2 Samuel 3:8 English Standard Version

Then Abner was very angry over the words of Ish-bosheth and said, “Am I a dog’s head of Judah? To this day I keep showing steadfast love to the house of Saul your father, to his brothers, and to his friends, and have not given you into the hand of David. And yet you charge me today with a fault concerning a woman.

Did the Jews had something against dogs?

  • 1
    'Dogs are without' saith the scripture. Dogs, in scripture, are not pets. They are scavengers, they have appetites which do not discriminate between food and vomit, and they roam around outside the city keeping away intruders.
    – Nigel J
    Sep 30, 2020 at 18:20
  • @NigelJ - I think that is a valuable comment that should be expanded into an answer. I would have said similarly but do not wish to steal your thunder.
    – Dottard
    Sep 30, 2020 at 22:02
  • @Dottard I am short of time this week (and possibly next). Steal away, sir. Feel free.
    – Nigel J
    Oct 1, 2020 at 19:10

1 Answer 1


In both the OT and NT, dogs are never pets but regarded disdainfully as very unclean animals.

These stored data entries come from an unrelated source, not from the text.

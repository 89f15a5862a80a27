"""From an MK type to physical quantities.

Effective temperature and absolute visual magnitude from the type and luminosity
class come from the published scales of :mod:`specan.mkscales` (re-exported here).

Also here: a colour temperature from a Planck fit to continuum windows
(:func:`colour_temperature`), spectroscopic distances as a mixture over the
luminosity-class probabilities (:func:`spectroscopic_distance`), Galactocentric
space velocities (:func:`space_velocity`), a per-object photometry file
(:func:`load_photometry`) and one entry point combining them (:func:`derive`).
"""

from __future__ import annotations

import math
import re
from pathlib import Path

import astropy.units as u
import numpy as np
from scipy import optimize, stats

from ..errors import AnalysisError, MetadataError, ReadError
from ..io import parse_angle
from ..frames import ESCAPE_SPEED, GALACTOCENTRIC_PARAMETERS, galactocentric_frame, galactocentric_parameters
from ..mkscales import absolute_magnitude, load_scales, lumclass_number, scale_range, teff_from_type
from ..mktypes import number_to_lumclass

__all__ = [
    "load_scales",
    "scale_range",
    "teff_from_type",
    "absolute_magnitude",
    "DEFAULT_WINDOWS",
    "colour_temperature",
    "spectroscopic_distance",
    "space_velocity",
    "ESCAPE_SPEED",
    "GALACTOCENTRIC_PARAMETERS",
    "PHOTOMETRY_COLUMNS",
    "load_photometry",
    "photometry_for",
    "photometry_from_header",
    "derive",
]

# ============================================================ colour temperature

#: Continuum windows (Angstrom; 30-150 A wide, so air/vacuum does not matter) chosen to
#: avoid the Balmer lines (+-80 A of the cores), Ca II H&K, the G band, Mg b, Na D, the
#: Ca II triplet and the strong telluric bands (B 6867-6950 A, A 7590-7700 A, water
#: 7160-7340 and 8130-8350 A). Positions of those features: common practice.
DEFAULT_WINDOWS = (
    (4020.0, 4060.0), (4150.0, 4190.0), (4440.0, 4500.0), (4560.0, 4620.0),
    (4700.0, 4760.0), (5040.0, 5120.0), (5220.0, 5260.0), (5560.0, 5620.0),
    (5800.0, 5860.0), (6040.0, 6100.0), (6240.0, 6290.0), (6660.0, 6740.0),
    (6760.0, 6840.0), (7040.0, 7140.0), (7400.0, 7560.0), (7800.0, 8100.0),
    (8400.0, 8480.0), (8700.0, 8820.0),
)

_FLAMBDA = u.erg / (u.cm**2 * u.s * u.AA)
# Extinction law: Fitzpatrick (1999) as implemented in dust_extinction (valid 1000 A - 3.3 um).
EXTINCTION_LAW = "Fitzpatrick (1999), dust_extinction.parameter_averages.F99"


def _flux_as_flambda(spectrum):
    """(wave_AA, F_lambda, relative) as plain arrays; relative=True for dimensionless flux."""
    from ..obsinfo import get_info

    info = get_info(spectrum)
    wave = spectrum.spectral_axis.to_value(u.AA, equivalencies=u.spectral())
    flux = spectrum.flux
    unit = flux.unit
    if unit.physical_type == "dimensionless" or unit == u.dimensionless_unscaled:
        if info.normalized:
            raise AnalysisError("spectrum is continuum-normalised: a colour temperature needs its flux shape",
                                path=info.path)
        return wave, np.asarray(flux.value, float), True
    if (unit * u.sr).is_equivalent(_FLAMBDA, u.spectral_density(1 * u.AA)):
        # Surface flux moments per steradian (model atmospheres) have the same shape.
        flux = flux * u.sr
    try:
        fl = flux.to_value(_FLAMBDA, equivalencies=u.spectral_density(spectrum.spectral_axis))
    except u.UnitConversionError:
        raise AnalysisError(f"flux unit {unit} is not a spectral flux density: not flux-calibrated",
                            path=info.path) from None
    return wave, np.asarray(fl, float), False


def _window_points(wave, flux, good, windows, min_pixels=5):
    """One continuum point per window: straight line with low points clipped, taken at the window centre.

    Absorption lines only push flux down, so the clipping is one-sided (points
    more than 2 robust sigma below the line are dropped, 5 passes). The loop is
    written here because the clipping is about the fitted line, refitted each
    pass; astropy's ``sigma_clip`` clips about a central value of the data.
    """
    from astropy.stats import mad_std

    pts = []
    for lo, hi in windows:
        sel = good & (wave >= lo) & (wave <= hi)
        if sel.sum() < min_pixels:
            continue
        x, y = wave[sel], flux[sel]
        keep = np.ones(x.size, bool)
        for _ in range(5):
            coef = np.polyfit(x[keep] - x.mean(), y[keep], 1)
            resid = y - np.polyval(coef, x - x.mean())
            sig = mad_std(resid[keep])   # robust sigma (1.4826 x median absolute deviation)
            new = resid > -2.0 * sig if sig > 0 else keep
            if new.sum() < min_pixels or np.array_equal(new, keep):
                break
            keep = new
        centre = 0.5 * (lo + hi)
        level = np.polyval(coef, centre - x.mean())
        if level > 0 and np.isfinite(level):
            pts.append((centre, level))
    return np.array(pts).reshape(-1, 2)


#: Temperature range of the Planck fit (K); a fit that runs to either end is refused.
_T_BOUNDS = (1500.0, 100000.0)


def _planck_fit(w_pts, f_pts, t_bounds=_T_BOUNDS):
    """Fit scale * B_lambda(T) to window points with astropy's BlackBody; equal relative weights.

    A log-spaced grid search (scale solved analytically) gives the start, so the
    least-squares fit cannot settle on a far local minimum.
    """
    from astropy.modeling import fitting
    from astropy.modeling.physical_models import BlackBody

    unit = u.erg / (u.cm**2 * u.s * u.AA * u.sr)
    norm = np.median(f_pts)
    y = f_pts / norm
    grid = np.geomspace(t_bounds[0], t_bounds[1], 400)
    bb = BlackBody(temperature=grid[:, None] * u.K, scale=1.0 * unit)
    shapes = bb(w_pts[None, :] * u.AA).to_value(unit)
    # Relative residuals: minimise sum((y/(a*s) - 1)^2) ~ sum(((y - a s)/y)^2); a in closed form.
    wts = 1.0 / y**2
    a = np.sum(wts * y * shapes, axis=1) / np.sum(wts * shapes**2, axis=1)
    chi = np.sum(wts * (y - a[:, None] * shapes) ** 2, axis=1)
    best = int(np.argmin(chi))
    model = BlackBody(temperature=grid[best] * u.K, scale=a[best] * unit)
    model.temperature.bounds = t_bounds
    fitter = fitting.TRFLSQFitter(calc_uncertainties=True)
    fit = fitter(model, w_pts * u.AA, y * unit, weights=1.0 / y)
    t = float(fit.temperature.value)
    resid = (y - fit(w_pts * u.AA).to_value(unit)) / y
    dof = max(len(y) - 2, 1)
    cov = fitter.fit_info.get("param_cov")
    t_err = float(np.sqrt(cov[0, 0])) if cov is not None and np.isfinite(cov[0, 0]) else float("nan")
    return t, t_err, resid, dof, float(fit.scale.value) * norm


def colour_temperature(spectrum, ebv=0.0, windows=None, ebv_err=0.0, r_v=3.1, wave_range=None,
                       return_details=False):
    """Colour temperature from a Planck fit to the continuum windows of a flux-calibrated spectrum.

    The flux is converted to F_lambda, dereddened for ``ebv`` with the Fitzpatrick
    (1999) law at ``r_v`` (``dust_extinction`` F99), reduced to one continuum point
    per window (a straight line through the window with absorption-line pixels
    clipped from below) and fitted with ``scale * B_lambda(T)`` (astropy
    ``BlackBody``) with equal relative weights.

    Parameters
    ----------
    spectrum : specutils.Spectrum
        Flux in a spectral flux density unit (F_lambda, F_nu, or either per
        steradian). Dimensionless flux that is not continuum-normalised is taken
        as relative F_lambda (noted in the details).
    ebv : float or Quantity (mag), optional
        Colour excess E(B-V) to correct for.
    windows : sequence of (lo, hi), optional
        Continuum windows in Angstrom (or Quantity pairs); default
        :data:`DEFAULT_WINDOWS`. Only windows with 5 or more good pixels count.
    ebv_err : float or Quantity (mag), optional
        Uncertainty of ``ebv``; its effect (refit at ebv +- ebv_err) is added in quadrature.
    r_v : float, optional
        Ratio of total to selective extinction (3.1, common practice for the diffuse ISM).
    wave_range : (lo, hi), optional
        Only use windows inside this range (Angstrom or Quantity).
    return_details : bool, optional
        Also return a dict with the window points, relative residuals and notes.

    Returns
    -------
    t, t_err : Quantity (K)
        ``t_err`` is the fit covariance error scaled by the reduced chi-square
        (so the window-to-window scatter, i.e. residual line blanketing and flux
        calibration, sets it), with the E(B-V) error added in quadrature.
    details : dict, only if ``return_details``

    Raises
    ------
    AnalysisError
        Normalised or non-flux spectrum, fewer than 3 usable windows, or a fit
        that runs to the temperature bounds (1,500 or 100,000 K): the optical
        continuum of stars hotter than ~20,000 K is nearly Rayleigh-Jeans and
        does not fix a temperature.
    """
    from dust_extinction.parameter_averages import F99

    ebv = float(u.Quantity(ebv, u.mag).value) if ebv is not None else 0.0
    ebv_err = float(u.Quantity(ebv_err, u.mag).value) if ebv_err is not None else 0.0
    wave, flux, relative = _flux_as_flambda(spectrum)
    good = np.isfinite(wave) & np.isfinite(flux) & (flux > 0)
    if spectrum.mask is not None:
        good &= ~np.asarray(spectrum.mask, bool)
    law = F99(Rv=r_v)
    # Keep to the law's validity range (x = 1/lambda in 1/um).
    lam_lo, lam_hi = 1e4 / law.x_range[1], 1e4 / law.x_range[0]
    good &= (wave > lam_lo) & (wave < lam_hi)
    wins = [(float(u.Quantity(lo, u.AA).value), float(u.Quantity(hi, u.AA).value))
            for lo, hi in (windows if windows is not None else DEFAULT_WINDOWS)]
    if wave_range is not None:
        rlo, rhi = (float(u.Quantity(v, u.AA).value) for v in wave_range)
        wins = [(lo, hi) for lo, hi in wins if lo >= rlo and hi <= rhi]
    notes = []
    if relative:
        notes.append("flux is dimensionless: taken as relative F_lambda")

    def fit_for(e):
        f = flux
        if e:
            f = flux / law.extinguish(np.where(good, wave, 5500.0) * u.AA, Ebv=e)
        pts = _window_points(wave, f, good, wins)
        if len(pts) < 3:
            raise AnalysisError(f"only {len(pts)} usable continuum windows (need 3) for a colour temperature")
        return pts, _planck_fit(pts[:, 0], pts[:, 1])

    pts, (t, t_err, resid, dof, scale) = fit_for(ebv)
    if t > 0.98 * _T_BOUNDS[1] or t < 1.02 * _T_BOUNDS[0]:
        raise AnalysisError(f"colour temperature fit ran to its bound ({t:.0f} K): the continuum is "
                            "not Planck-like over these windows (over-corrected reddening, a hot star's "
                            "Rayleigh-Jeans tail, or flux calibration)")
    chi2_red = float(np.sum(resid**2) / dof)
    # Scale the covariance by the reduced chi-square: the weights were relative, not absolute errors.
    t_err = t_err * math.sqrt(max(chi2_red, 1e-30))
    if ebv_err > 0:
        t_hi = fit_for(ebv + ebv_err)[1][0]
        t_lo = fit_for(max(ebv - ebv_err, 0.0))[1][0]
        t_err = math.hypot(t_err, 0.5 * abs(t_hi - t_lo))
    if t > 20000:
        notes.append("optical continuum near the Rayleigh-Jeans limit: colour temperature poorly constrained")
    if not np.isfinite(t_err):
        t_err = float("nan")
    out = (t * u.K, t_err * u.K)
    if not return_details:
        return out
    details = {
        "window_wave": pts[:, 0] * u.AA,
        "window_flux": pts[:, 1] * _FLAMBDA,
        "relative_residuals": resid,
        "chi2_reduced": chi2_red,
        "n_windows": int(len(pts)),
        "ebv": ebv,
        "r_v": r_v,
        "extinction_law": EXTINCTION_LAW,
        "notes": notes,
    }
    return out + (details,)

The reasons for this are several:

  • Dogs were unclean animals according to Torah regulations
  • Dogs were scavengers (or at least allowed to be such)
  • Untamed dogs are vicious and dangerous
  • Dogs were almost never used in agrarian Israel and so they had no utility
  • Cultural - dogs had a bad reputation in Israel

Therefore, one of the standard insults was to compare someone to a dog such as: Job 30:1, 2 Kings 9:10, 1 Kings 16:4, 21:24, 22:38, 14:11, Isa 56:11, Ps 68:23, 22:16, 59:6, 14, etc, etc.

In all these cases, the dog is used as a metaphor of something very low, disgusting and repulsive. (How times have changed!)

Therefore, when Abner used the metaphor of [dead] "dog's head" (2 Sam 3:8), he was accusing Ish-bosheth of lacking any civility toward him as his previous supporter. The Cambridge Commentary succinctly observes:

  1. Am I a dog’s head, &c.] Render, Am I a dog’s head belonging to Judah? This day do I shew kindness … and thou hast charged me! &c. i.e. Am I at once despicable and hostile to your interests? Nay, I am faithful to the house of Saul, otherwise I should long ago have made terms with David by surrendering you into his hands.

In the East in ancient times as at the present day, dogs, although used for guarding flocks and houses (Job 30:1; Isaiah 56:10), were chiefly seen prowling about towns in a half-wild condition, owning no master, living on offal and garbage. Cp. Psalm 59:14-15; 1 Kings 21:19; 1 Kings 21:23-24; 1 Kings 22:38. Hence the aversion with which they were regarded, and “dog” became (1), as here, a term of reproach and contempt; cp. 1 Samuel 17:43; 1 Samuel 24:14; 2 Samuel 9:8; 2 Samuel 16:9; 2 Kings 8:13 : (2) an expression for fierce and cruel men (Psalm 22:16): (3) a name for impure persons (Matthew 7:6; Php 3:2; Revelation 22:15). See Tristram’s Nat. Hist. of the Bible, p. 78.